The Oswego County Health Department has cancelled the rabies clinic that was scheduled for Wednesday, June 11, in the County Highway Garage on county Route 2A near Pulaski. The clinic will take place next Wednesday, June 18, from 6 to 8 p.m. at the highway garage.
She said there had been no reports of serious injuries but there have been several reports of property damage resulting from high winds, uprooted trees and downed tree branches.
She emphasizes that people using generators as a back-up source of electrical power must follow the manufacturer’s instructions for proper installation and power usage.
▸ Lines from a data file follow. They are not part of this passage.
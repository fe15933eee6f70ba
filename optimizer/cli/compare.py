"""``corepace compare A B ...``: several scenarios planned and put side by side."""

from __future__ import annotations

import argparse
from collections.abc import Sequence
from pathlib import Path

from optimizer.cli.common import (
    EXIT_OK,
    BadInput,
    load,
    out_dir,
    prepare_out,
    say_written,
    status_code,
)
from optimizer.cli.options import (
    Formatter,
    add_cache_options,
    add_common,
    add_scenario_options,
    add_solve_options,
)
from optimizer.cli.plan import run_plan
from optimizer.cli.terminal import Ui, rich_table
from optimizer.reporting import export

__all__ = ["add_parser", "cmd_compare"]


def add_parser(subparsers: argparse._SubParsersAction) -> argparse.ArgumentParser:
    """Add ``corepace compare`` to the command's subparsers."""
    p = subparsers.add_parser(
        "compare",
        help="several scenarios side by side",
        description="Plan each scenario and put the figures side by side; writes compare.csv, "
        "compare.xlsx, compare.json and compare.html.\nExit 1 when any scenario has no "
        "feasible plan.",
        epilog="examples:\n  corepace compare configs/demo.yaml configs/demo-longer-tunnel.yaml\n"
        "  corepace compare a.yaml b.yaml c.yaml --out reports/what-if\n",
        formatter_class=Formatter,
    )
    p.add_argument("scenarios", metavar="SCENARIO", nargs="+", help="two or more scenario files")
    add_scenario_options(p)
    add_solve_options(p)
    add_common(p)
    add_cache_options(p)
    p.set_defaults(func=cmd_compare)
    return p


def _labels(paths: Sequence[str]) -> list[str]:
    stems = [Path(p).stem for p in paths]
    if len(set(stems)) == len(stems):
        return stems
    return [str(p) for p in paths]


def cmd_compare(args: argparse.Namespace, ui: Ui) -> int:
    """``corepace compare A B ...``: several scenarios side by side."""
    # the report brings matplotlib (about 0.6 s): imported only by the commands that draw
    from optimizer.reporting.compare import compare_report, compare_table
    from optimizer.reporting.plan import plan_json

    if len(args.scenarios) < 2:
        raise BadInput(["compare: give at least two scenario files"])
    problems: list[str] = []
    scenarios = []
    for path in args.scenarios:
        try:
            scenarios.append(load(path, args))
        except BadInput as exc:
            problems.extend(exc.problems)
    if problems:
        raise BadInput(problems)
    labels = _labels(args.scenarios)
    target = out_dir(args, "compare")
    runs = [
        run_plan(path, scenario, args, ui)
        for path, scenario in zip(args.scenarios, scenarios, strict=True)
    ]
    table = compare_table(runs, labels)
    prepare_out(target)
    protect = list(args.scenarios)
    tables = {"compare": table}
    written = export.write_tables(target, tables, workbook="compare.xlsx", protect=protect)
    html_text = compare_report(runs, labels, table, args.argv_text)
    written.append(export.atomic_write_text(target / "compare.html", html_text, protect=protect))
    data = {
        "scenarios": [
            {"label": label, **{k: v for k, v in plan_json(run, []).items() if k != "tables"}}
            for run, label in zip(runs, labels, strict=True)
        ],
        "tables": {"compare": export.table_records(table)},
    }
    written.append(export.write_json(target / "compare.json", data, protect=protect))
    data["files"] = [str(p) for p in written]
    ui.emit_json(data)
    ui.say(rich_table(table, title="Scenarios side by side"))
    say_written(ui, written)
    codes = [status_code(run.result) for run in runs]
    for run, label, code in zip(runs, labels, codes, strict=True):
        if code != EXIT_OK:
            ui.problem(f"{label}: no feasible plan ({run.result.status.value})")
            for s in run.result.shortfalls:
                ui.problem(f"{label}: shortfall: {s.message}")
    ui.result(f"compared {len(runs)} scenarios → {target}")
    return max(codes)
Generators should be operated outside and downwind of the structure to provide adequate ventilation and prevent carbon monoxide poisoning.
“Before you operate a generator, make sure your electrical system is disconnected from the National Grid system by ensuring that the main circuit breaker in your electric service box is in the ‘off’ position,” said Egan. “In older electric service panel boxes, the main fuse box should be removed. This prevents your generator’s electricity from going back into the power lines in the street, which could endanger line crews and your neighbors.”
The Oswego County Emergency Management Office is working closely with the County Administrator’s Office, the Sheriff’s Office, highway departments, E911, fire and emergency agencies, health and social service agencies and National Grid, to coordinate storm cleanup activities.
Anyone needing emergency assistance should contact 911 or go to the nearest local fire department.